Horses

Top 10 Horses Of The 21st Century So Far With Their Incredibility

Hunted to extinction in the wild in the 1960s, today there are nearly 1,000 Przewalski’s horses at three sites in Mongolia, with more in China and Kazakhstan. The biggest population – numbering 423 – is in central Mongolia’s Hustai national park, the descendants of 84 animals airlifted from European zoos in the 1990s.

Each year they attract tens of thousands of visitors to this small patch of pristine mountain steppe just 100km from the capital, Ulaanbaatar.

“Before the reintroduction, nobody believed we could save this species,” says Dashpurev, who runs Hustai national park.
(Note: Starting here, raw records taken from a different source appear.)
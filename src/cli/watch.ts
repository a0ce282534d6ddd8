import { existsSync, readdirSync, statSync } from 'node:fs';
import { mkdir, writeFile } from 'node:fs/promises';
import { join, resolve } from 'node:path';
import { Command } from 'commander';
import { inputError } from '../logs/index.js';
import { csvText, markdownOf, monthHtml, monthTables, watchFound, watchText } from '../report/index.js';
import { readResults, readStudy, type WatchRun, watchStudy } from '../study/index.js';
import { rowCounter } from './progress.js';

interface WatchFlags {
  readonly json?: boolean;
  readonly out?: string;
}

export function watchCommand(done: (code: number) => void): Command {
  return new Command('watch')
    .description('Hold new days of a study against the model of an earlier run.')
    .argument('<results>', 'results.json of the earlier run')
    .argument('<study>', 'study file whose logs hold the new days')
    .option('--out <dir>', 'write the page of the month there: month.html, month.md, watch.json, tables')
    .option('--json', 'print what was found as JSON')
    .addHelpText(
      'after',
      '\nExit code: 0 the model may stay, 1 fit again or nothing to watch by, 2 a mistake in the command, the study file or its files.',
    )
    .action(async (resultsFile: string, studyFile: string, flags: WatchFlags) => {
      const folder = flags.out === undefined ? null : resolve(flags.out);
      if (folder !== null) checkMonthFolder(folder);
      const earlier = await readResults(resultsFile);
      const study = await readStudy(studyFile);
      const progress = rowCounter();
      const watched = await watchStudy(earlier, study, { onProgress: progress.tell }).finally(progress.clear);
      if (folder !== null) await writeMonth(watched, earlier.crews, folder);
      const page = folder === null ? '' : `\nPage: ${join(folder, 'month.html')}\n`;
      process.stdout.write(flags.json ? jsonText(watched) : `${watchText(watched)}\n${page}`);
      const stays = watched.watches.length > 0 && watched.watches.every(({ fitAgain }) => !fitAgain);
      done(stays ? 0 : 1);
    });
}

const jsonText = (watched: WatchRun): string => `${JSON.stringify(watchFound(watched), null, 2)}\n`;

/**
 * A new or empty folder, or one with an earlier page.
 * @throws InputError when something else is in the way
 */
function checkMonthFolder(folder: string): void {
  if (!existsSync(folder)) return;
  const free =
    statSync(folder).isDirectory() &&
    (readdirSync(folder).length === 0 || existsSync(join(folder, 'watch.json')));
  if (free) return;
  throw inputError(
    'in-the-way',
    'Expected a new or empty folder, or one with an earlier page of a month, came something else. Name another folder with --out.',
    { file: folder },
  );
}

async function writeMonth(watched: WatchRun, crews: readonly string[], folder: string): Promise<void> {
  await mkdir(join(folder, 'tables'), { recursive: true });
  const page = monthHtml(watched, crews);
  await writeFile(join(folder, 'month.html'), page);
  await writeFile(join(folder, 'month.md'), markdownOf(page));
  await writeFile(join(folder, 'watch.json'), jsonText(watched));
  for (const { name, header, rows } of monthTables(watched)) {
    await writeFile(join(folder, 'tables', `${name}.csv`), csvText(header, rows));
  }
}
Since then, the International Union for Conservation of Nature (IUCN) has downgraded the risk status of Przewalski’s horse twice: “Our biggest achievement,” he says.
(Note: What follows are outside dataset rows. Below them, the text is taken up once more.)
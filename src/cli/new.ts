import { mkdir, writeFile } from 'node:fs/promises';
import { join, relative, resolve } from 'node:path';
import { Command } from 'commander';
import { studyJsonSchema } from '../study/index.js';
import { copyDemo } from './demo.js';
import { requireEmptyFolder } from './emptyFolder.js';
import { STARTER_FILES } from './starter.js';
import { writeStarterNotebooks } from './starterNotebooks.js';
import { writeStarterPackage } from './starterPackage.js';

export function newCommand(done: (code: number) => void): Command {
  return new Command('new')
    .description(
      'Lay out a folder for a study of your own: study file, marks, bases, a place for logs, notebooks.',
    )
    .argument('<dir>', 'new or empty folder')
    .action(async (dir: string) => {
      const folder = resolve(dir);
      requireEmptyFolder(folder);
      await mkdir(join(folder, 'logs'), { recursive: true });
      await writeStarterPackage(folder);
      for (const [name, text] of Object.entries(STARTER_FILES)) await writeFile(join(folder, name), text);
      await writeFile(join(folder, 'study.schema.json'), `${JSON.stringify(studyJsonSchema(), null, 2)}\n`);
      await copyDemo(join(folder, 'demo'));
      await writeStarterNotebooks(folder);
      const way = relative(process.cwd(), folder);
      process.stdout.write(`The study is in ${folder}. Next:

  1. cd ${way.includes(' ') ? `"${way}"` : way} && npm install
  2. npm run notebook                      (opens the notebooks, on the invented study in demo/)
  3. put your marks and bases into marks.csv and bases.csv, your exported logs into logs/
  4. npx ppmwise layout logs/*             (what it makes of the logs, and what it must be told)
  5. npx ppmwise check study.yaml
  6. npx ppmwise run study.yaml
`);
      done(0);
    });
}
The success stands in stark contrast to other parts of Mongolia. Over the past three decades, the country’s wildlife has been decimated by a combination of hunting, the climate crisis and overgrazing, with creeping desertification turning huge tracts of its vast grasslands into dust.

“Mongolia’s wildlife is in crisis,” says Tungaa Ulambayar, the local representative of the Zoological Society of London. “It is in real danger of being wiped out.”